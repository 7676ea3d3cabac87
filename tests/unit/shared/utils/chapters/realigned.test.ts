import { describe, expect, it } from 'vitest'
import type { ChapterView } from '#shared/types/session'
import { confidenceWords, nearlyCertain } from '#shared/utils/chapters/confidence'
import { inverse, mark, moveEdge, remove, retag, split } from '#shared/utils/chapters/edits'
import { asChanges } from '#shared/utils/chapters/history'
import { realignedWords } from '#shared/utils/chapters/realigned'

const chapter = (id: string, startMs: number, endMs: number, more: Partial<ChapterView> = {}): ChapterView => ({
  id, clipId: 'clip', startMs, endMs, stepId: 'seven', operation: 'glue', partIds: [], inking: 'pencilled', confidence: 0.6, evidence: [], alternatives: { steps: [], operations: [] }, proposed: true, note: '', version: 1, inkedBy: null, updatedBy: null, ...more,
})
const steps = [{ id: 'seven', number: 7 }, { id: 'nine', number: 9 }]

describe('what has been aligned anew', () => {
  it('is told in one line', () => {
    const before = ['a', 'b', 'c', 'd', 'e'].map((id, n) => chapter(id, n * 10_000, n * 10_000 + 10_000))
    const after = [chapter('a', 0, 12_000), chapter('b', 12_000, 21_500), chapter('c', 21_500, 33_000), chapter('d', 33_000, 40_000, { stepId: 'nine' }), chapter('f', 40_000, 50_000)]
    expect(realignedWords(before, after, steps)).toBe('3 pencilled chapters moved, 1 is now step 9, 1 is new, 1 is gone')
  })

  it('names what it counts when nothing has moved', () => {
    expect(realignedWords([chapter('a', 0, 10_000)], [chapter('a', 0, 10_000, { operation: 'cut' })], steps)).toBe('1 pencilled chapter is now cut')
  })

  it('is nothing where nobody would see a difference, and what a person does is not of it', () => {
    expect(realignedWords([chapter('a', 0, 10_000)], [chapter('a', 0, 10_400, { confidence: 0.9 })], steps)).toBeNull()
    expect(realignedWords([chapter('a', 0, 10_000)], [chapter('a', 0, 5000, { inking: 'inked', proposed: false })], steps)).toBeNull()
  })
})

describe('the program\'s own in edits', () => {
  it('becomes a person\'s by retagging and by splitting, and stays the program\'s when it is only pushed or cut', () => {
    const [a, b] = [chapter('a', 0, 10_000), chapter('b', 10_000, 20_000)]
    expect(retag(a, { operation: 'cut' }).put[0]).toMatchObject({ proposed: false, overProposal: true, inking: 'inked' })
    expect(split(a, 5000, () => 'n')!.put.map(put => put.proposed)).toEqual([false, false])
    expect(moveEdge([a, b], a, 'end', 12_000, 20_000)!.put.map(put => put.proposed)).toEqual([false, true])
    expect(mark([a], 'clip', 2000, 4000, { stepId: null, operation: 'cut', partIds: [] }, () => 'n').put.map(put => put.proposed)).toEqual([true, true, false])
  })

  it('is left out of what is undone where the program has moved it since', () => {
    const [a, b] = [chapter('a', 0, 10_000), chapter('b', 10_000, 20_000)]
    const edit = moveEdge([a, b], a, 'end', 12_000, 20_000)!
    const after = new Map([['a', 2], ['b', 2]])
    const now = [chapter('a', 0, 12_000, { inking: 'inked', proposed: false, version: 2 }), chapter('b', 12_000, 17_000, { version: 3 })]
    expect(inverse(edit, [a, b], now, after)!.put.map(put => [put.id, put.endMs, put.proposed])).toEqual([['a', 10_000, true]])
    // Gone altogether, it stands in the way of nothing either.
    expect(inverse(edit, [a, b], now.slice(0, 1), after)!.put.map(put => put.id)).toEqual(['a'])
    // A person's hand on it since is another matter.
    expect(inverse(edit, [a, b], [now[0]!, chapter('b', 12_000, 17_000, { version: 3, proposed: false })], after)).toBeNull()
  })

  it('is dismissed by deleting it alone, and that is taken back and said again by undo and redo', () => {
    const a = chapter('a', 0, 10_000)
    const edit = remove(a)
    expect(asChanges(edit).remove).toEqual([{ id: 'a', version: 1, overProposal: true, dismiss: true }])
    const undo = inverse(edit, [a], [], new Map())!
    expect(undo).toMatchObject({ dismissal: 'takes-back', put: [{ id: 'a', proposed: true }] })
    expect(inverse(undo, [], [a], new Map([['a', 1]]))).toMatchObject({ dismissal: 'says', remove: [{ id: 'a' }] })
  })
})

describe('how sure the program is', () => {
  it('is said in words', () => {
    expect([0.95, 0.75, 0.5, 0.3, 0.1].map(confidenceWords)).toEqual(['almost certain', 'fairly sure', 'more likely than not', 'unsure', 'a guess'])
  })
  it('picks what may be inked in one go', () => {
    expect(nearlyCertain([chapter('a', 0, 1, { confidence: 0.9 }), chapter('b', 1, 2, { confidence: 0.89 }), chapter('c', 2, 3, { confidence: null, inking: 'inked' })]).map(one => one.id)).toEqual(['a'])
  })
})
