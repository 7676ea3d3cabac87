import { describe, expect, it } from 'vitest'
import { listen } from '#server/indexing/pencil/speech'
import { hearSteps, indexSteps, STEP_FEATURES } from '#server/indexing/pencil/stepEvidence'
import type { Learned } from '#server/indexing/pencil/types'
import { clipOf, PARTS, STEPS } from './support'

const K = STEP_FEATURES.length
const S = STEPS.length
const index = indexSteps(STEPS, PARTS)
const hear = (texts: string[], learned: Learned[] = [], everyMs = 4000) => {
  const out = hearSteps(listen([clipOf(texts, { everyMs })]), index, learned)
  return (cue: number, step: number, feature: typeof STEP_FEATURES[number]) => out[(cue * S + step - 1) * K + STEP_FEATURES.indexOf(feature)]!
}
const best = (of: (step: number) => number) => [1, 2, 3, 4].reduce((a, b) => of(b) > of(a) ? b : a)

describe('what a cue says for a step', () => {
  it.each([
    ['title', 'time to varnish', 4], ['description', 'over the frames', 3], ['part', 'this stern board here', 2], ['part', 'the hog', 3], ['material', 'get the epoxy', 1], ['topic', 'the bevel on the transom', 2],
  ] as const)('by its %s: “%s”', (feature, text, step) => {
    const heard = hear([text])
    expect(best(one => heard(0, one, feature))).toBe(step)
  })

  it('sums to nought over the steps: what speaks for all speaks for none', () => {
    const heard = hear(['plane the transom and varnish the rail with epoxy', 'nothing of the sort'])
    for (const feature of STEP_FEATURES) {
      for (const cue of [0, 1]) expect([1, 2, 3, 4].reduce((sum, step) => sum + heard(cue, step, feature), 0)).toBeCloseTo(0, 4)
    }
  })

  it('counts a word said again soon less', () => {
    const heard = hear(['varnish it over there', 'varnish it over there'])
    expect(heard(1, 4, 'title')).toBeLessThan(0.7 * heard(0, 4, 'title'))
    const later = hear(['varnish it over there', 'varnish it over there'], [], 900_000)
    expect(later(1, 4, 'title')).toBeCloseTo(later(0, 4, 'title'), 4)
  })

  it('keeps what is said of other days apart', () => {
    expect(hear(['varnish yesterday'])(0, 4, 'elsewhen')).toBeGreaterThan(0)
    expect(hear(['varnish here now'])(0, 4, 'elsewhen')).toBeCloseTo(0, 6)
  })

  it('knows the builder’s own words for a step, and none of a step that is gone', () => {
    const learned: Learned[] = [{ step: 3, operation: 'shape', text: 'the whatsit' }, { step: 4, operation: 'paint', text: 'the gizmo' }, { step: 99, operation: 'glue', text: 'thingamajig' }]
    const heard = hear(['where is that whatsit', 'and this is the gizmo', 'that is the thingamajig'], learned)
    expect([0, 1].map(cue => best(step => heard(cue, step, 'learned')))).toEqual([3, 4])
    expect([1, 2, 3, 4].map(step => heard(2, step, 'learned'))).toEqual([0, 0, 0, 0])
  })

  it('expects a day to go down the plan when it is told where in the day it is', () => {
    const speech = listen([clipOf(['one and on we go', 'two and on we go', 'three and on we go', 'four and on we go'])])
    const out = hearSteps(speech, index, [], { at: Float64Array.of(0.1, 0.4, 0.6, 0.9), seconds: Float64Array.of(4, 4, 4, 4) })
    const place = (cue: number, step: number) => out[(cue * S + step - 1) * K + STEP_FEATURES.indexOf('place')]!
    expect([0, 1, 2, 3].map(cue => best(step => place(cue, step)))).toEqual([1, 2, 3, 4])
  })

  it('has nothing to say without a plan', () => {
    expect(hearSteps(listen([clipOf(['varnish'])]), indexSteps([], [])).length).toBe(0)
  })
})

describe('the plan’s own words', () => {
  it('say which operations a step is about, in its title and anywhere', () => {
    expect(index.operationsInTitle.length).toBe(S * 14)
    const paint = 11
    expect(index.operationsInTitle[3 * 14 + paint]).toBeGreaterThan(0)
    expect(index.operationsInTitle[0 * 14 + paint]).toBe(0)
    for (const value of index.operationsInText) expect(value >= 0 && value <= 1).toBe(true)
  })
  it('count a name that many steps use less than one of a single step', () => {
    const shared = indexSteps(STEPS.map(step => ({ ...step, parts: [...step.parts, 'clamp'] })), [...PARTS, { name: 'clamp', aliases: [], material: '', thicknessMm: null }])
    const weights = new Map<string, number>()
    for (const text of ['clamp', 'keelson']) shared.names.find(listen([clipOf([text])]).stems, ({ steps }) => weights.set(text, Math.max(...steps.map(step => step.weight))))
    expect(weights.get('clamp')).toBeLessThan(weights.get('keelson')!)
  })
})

....

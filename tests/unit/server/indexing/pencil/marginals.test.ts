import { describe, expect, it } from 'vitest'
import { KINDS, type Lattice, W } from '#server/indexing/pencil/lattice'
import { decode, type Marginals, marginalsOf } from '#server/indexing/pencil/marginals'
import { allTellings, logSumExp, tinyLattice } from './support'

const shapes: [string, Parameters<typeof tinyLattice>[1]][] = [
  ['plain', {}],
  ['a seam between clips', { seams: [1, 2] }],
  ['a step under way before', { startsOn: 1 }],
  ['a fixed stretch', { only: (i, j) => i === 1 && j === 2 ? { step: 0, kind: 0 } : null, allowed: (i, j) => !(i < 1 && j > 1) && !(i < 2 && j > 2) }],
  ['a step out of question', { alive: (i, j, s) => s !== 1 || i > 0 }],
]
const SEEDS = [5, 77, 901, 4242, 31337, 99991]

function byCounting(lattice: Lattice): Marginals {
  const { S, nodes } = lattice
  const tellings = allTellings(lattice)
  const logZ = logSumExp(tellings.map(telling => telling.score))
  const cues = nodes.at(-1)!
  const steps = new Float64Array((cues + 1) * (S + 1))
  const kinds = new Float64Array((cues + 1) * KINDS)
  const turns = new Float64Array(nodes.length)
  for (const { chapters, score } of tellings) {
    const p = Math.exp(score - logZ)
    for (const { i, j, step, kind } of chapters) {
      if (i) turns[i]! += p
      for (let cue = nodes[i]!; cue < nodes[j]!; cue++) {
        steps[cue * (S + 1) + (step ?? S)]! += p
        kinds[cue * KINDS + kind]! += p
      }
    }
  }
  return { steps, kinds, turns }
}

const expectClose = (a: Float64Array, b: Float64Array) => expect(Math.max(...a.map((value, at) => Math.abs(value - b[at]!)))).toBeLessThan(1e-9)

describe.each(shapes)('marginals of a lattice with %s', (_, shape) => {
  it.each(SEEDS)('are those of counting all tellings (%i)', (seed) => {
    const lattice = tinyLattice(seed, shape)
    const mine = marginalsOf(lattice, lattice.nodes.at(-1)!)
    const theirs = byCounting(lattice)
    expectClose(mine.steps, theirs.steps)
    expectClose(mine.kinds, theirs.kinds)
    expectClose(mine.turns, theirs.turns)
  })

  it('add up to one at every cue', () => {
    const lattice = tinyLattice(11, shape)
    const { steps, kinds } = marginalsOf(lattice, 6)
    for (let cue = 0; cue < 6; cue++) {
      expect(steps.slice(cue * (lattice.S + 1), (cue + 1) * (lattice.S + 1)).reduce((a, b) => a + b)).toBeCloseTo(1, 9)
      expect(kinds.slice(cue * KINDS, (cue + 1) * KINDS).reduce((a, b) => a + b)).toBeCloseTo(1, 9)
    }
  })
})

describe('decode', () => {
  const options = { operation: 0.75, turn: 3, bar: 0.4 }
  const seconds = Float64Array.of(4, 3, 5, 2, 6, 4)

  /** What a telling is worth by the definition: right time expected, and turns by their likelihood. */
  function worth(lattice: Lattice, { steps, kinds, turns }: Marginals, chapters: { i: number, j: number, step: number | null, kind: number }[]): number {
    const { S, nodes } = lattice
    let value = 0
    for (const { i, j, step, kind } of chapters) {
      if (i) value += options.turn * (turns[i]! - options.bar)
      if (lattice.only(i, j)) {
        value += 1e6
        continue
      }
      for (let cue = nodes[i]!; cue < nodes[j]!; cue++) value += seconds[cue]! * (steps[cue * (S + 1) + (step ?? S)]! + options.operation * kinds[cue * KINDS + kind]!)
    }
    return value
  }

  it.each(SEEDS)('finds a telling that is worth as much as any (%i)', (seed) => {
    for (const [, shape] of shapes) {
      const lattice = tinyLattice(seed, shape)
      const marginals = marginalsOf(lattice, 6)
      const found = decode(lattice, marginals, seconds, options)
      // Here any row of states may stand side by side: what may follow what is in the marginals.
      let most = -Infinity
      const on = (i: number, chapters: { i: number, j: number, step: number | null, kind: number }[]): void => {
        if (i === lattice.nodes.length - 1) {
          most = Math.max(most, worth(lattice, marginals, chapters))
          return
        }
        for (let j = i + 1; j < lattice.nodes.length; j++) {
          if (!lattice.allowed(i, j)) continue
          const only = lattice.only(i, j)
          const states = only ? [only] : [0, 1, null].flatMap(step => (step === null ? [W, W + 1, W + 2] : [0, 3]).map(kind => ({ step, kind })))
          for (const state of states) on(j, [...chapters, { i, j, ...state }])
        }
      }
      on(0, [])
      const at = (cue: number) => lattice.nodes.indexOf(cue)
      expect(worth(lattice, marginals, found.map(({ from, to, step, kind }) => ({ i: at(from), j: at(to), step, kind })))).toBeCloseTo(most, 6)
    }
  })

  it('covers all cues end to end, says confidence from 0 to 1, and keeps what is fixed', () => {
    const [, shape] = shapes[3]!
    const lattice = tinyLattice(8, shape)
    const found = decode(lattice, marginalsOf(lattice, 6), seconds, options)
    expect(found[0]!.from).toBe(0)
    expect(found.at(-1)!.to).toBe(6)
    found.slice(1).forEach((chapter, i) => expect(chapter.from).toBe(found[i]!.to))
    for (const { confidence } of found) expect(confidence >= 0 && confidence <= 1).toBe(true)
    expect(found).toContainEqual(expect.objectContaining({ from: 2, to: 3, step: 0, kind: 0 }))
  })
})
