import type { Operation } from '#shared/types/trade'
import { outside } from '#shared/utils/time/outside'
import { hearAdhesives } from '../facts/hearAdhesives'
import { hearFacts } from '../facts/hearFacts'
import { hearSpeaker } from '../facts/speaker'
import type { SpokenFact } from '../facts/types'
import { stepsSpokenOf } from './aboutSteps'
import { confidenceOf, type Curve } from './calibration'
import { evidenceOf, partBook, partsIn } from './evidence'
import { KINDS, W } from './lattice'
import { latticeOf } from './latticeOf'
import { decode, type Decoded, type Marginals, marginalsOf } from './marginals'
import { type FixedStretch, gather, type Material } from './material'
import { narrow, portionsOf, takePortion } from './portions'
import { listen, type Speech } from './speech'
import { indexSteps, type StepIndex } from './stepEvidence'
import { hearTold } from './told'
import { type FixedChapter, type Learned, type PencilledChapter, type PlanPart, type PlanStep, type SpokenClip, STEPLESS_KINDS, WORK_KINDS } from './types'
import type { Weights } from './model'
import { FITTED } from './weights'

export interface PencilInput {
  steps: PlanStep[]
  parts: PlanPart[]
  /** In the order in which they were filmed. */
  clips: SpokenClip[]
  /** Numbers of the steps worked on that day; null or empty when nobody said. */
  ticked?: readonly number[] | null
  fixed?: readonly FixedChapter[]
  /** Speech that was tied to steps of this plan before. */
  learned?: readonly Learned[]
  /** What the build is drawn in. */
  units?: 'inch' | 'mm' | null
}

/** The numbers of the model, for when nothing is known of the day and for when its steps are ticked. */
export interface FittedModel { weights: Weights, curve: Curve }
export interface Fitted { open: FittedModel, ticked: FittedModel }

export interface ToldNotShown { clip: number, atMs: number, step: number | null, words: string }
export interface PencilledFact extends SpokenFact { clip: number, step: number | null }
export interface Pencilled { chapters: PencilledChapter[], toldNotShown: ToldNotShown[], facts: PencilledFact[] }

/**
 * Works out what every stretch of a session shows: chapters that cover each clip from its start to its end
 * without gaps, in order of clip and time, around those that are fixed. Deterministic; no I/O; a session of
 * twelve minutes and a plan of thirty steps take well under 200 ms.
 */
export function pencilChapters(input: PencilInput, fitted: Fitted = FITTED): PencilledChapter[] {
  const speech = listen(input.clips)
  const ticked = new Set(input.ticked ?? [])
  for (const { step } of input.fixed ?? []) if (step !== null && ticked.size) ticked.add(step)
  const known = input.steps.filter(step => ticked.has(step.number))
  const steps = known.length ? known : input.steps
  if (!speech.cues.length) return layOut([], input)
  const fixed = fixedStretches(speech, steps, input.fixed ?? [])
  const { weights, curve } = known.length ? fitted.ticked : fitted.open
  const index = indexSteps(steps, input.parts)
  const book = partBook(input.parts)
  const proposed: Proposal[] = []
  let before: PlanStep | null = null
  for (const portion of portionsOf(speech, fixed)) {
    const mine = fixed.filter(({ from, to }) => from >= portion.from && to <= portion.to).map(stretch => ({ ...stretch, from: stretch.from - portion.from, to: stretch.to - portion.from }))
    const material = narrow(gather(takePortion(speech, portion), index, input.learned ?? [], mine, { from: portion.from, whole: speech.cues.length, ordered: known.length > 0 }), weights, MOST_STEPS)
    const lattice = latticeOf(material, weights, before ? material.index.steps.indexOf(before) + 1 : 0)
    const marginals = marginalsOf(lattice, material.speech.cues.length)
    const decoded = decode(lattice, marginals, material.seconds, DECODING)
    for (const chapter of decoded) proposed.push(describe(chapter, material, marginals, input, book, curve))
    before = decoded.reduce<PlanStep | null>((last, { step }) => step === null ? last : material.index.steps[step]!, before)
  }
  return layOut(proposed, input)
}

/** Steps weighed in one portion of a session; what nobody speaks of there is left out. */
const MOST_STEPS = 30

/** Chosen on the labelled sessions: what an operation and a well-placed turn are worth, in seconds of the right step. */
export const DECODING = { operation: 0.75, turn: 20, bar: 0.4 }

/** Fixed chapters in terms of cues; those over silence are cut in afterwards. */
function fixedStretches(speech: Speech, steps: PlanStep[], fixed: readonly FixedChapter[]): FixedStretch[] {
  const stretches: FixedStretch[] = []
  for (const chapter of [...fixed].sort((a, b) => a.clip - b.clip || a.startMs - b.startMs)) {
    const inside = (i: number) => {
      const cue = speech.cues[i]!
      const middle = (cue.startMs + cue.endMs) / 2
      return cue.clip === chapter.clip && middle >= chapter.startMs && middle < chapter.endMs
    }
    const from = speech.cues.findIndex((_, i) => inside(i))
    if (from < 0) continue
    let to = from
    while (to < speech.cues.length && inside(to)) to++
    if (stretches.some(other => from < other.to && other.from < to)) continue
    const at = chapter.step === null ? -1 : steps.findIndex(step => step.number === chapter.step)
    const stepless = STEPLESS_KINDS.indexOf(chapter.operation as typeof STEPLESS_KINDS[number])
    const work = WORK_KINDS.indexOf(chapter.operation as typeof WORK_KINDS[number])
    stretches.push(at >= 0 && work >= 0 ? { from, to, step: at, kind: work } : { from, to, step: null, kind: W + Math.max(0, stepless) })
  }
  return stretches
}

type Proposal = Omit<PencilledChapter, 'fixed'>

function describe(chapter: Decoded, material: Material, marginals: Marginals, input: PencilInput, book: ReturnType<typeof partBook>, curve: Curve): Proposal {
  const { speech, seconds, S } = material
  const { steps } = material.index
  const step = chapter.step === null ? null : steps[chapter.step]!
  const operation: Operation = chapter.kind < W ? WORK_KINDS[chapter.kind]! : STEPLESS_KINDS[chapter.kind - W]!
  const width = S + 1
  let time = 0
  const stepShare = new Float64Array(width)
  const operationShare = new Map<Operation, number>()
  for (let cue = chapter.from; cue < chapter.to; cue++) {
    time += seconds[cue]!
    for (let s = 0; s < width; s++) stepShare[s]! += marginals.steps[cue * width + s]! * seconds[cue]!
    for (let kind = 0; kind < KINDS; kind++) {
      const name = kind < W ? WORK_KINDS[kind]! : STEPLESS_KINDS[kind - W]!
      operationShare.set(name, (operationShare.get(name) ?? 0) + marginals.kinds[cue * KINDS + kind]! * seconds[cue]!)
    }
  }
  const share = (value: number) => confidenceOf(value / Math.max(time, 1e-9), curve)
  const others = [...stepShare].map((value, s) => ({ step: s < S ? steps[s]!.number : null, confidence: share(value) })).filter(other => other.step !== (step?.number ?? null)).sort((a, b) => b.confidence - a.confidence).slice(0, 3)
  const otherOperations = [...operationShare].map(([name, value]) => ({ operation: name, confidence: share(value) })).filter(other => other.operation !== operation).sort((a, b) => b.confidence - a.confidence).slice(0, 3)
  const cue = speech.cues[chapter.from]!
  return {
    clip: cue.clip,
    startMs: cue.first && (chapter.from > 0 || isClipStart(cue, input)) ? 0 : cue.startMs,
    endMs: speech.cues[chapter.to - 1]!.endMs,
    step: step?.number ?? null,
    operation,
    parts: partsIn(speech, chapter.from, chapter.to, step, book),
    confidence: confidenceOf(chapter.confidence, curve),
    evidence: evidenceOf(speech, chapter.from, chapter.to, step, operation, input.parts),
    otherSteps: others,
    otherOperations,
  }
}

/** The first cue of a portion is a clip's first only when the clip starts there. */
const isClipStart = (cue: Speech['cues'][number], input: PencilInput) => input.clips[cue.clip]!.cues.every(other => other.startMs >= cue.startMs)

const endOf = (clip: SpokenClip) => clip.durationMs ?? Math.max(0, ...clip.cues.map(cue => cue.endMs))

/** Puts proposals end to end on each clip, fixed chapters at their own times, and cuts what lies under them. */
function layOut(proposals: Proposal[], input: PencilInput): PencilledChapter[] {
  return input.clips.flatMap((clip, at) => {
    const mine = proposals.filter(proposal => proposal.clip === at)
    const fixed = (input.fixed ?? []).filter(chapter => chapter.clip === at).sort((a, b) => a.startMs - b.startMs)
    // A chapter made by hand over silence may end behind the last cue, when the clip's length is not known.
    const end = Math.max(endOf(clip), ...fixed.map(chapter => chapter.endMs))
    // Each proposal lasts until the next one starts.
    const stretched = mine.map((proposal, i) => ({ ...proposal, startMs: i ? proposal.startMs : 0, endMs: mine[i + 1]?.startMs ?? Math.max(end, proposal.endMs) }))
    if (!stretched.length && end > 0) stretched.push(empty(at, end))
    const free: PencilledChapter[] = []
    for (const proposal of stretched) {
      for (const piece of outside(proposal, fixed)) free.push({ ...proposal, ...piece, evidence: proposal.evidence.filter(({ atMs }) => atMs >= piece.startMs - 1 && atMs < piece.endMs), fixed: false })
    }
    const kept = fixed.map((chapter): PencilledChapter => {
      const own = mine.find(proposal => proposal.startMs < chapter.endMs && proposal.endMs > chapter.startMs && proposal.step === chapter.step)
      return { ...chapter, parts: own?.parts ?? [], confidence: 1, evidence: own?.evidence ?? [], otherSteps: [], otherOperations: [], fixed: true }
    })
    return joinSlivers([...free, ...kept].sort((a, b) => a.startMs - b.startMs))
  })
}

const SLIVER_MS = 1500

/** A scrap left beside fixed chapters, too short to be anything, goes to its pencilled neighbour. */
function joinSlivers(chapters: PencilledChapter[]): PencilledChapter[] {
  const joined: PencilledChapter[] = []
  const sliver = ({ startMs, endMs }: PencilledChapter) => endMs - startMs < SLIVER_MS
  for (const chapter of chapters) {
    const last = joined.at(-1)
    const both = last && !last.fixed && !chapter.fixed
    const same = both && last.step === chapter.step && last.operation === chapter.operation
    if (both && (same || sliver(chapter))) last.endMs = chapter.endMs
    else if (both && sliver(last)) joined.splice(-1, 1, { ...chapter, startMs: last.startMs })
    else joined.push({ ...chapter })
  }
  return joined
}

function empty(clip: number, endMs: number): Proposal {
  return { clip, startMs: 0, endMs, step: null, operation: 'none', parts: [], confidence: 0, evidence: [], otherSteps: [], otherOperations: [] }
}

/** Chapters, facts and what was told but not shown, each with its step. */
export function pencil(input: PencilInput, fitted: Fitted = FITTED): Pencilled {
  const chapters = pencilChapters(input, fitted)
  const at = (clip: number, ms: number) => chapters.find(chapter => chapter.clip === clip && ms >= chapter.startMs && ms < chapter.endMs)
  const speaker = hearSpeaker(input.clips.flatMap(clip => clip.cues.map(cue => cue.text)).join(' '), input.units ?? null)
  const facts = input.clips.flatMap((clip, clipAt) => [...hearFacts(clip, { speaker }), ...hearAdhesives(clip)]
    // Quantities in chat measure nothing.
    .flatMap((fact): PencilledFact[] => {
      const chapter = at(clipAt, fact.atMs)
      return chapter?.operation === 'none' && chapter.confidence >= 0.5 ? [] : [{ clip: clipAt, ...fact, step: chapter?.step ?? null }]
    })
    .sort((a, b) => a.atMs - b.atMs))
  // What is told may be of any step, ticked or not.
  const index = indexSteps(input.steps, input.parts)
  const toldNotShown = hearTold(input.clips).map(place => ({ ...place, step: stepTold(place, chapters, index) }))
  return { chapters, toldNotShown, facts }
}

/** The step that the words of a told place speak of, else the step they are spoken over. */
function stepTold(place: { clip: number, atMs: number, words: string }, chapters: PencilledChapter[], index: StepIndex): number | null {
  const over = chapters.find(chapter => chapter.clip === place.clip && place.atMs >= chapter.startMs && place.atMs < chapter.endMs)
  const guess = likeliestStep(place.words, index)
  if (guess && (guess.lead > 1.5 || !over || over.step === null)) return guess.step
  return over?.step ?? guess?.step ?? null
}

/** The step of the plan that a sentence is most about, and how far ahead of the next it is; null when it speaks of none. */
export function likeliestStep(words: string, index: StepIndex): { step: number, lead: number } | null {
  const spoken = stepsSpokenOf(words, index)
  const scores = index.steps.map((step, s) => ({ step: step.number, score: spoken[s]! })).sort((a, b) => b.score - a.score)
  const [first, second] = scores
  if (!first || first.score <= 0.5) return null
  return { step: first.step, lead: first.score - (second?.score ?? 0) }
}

....

PROBLEM TO WORK ON. Please write out, exactly as they appear above, only the lines in the stretch from the line with "export function pencil(input: PencilInput, fitted: Fitted" through the line with "a.atMs - b.atMs))".

ANSWER TO THIS EXERCISE.
export function pencil(input: PencilInput, fitted: Fitted = FITTED): Pencilled {
  const chapters = pencilChapters(input, fitted)
  const at = (clip: number, ms: number) => chapters.find(chapter => chapter.clip === clip && ms >= chapter.startMs && ms < chapter.endMs)
  const speaker = hearSpeaker(input.clips.flatMap(clip => clip.cues.map(cue => cue.text)).join(' '), input.units ?? null)
  const facts = input.clips.flatMap((clip, clipAt) => [...hearFacts(clip, { speaker }), ...hearAdhesives(clip)]
    // Quantities in chat measure nothing.
    .flatMap((fact): PencilledFact[] => {
      const chapter = at(clipAt, fact.atMs)
      return chapter?.operation === 'none' && chapter.confidence >= 0.5 ? [] : [{ clip: clipAt, ...fact, step: chapter?.step ?? null }]
    })
    .sort((a, b) => a.atMs - b.atMs))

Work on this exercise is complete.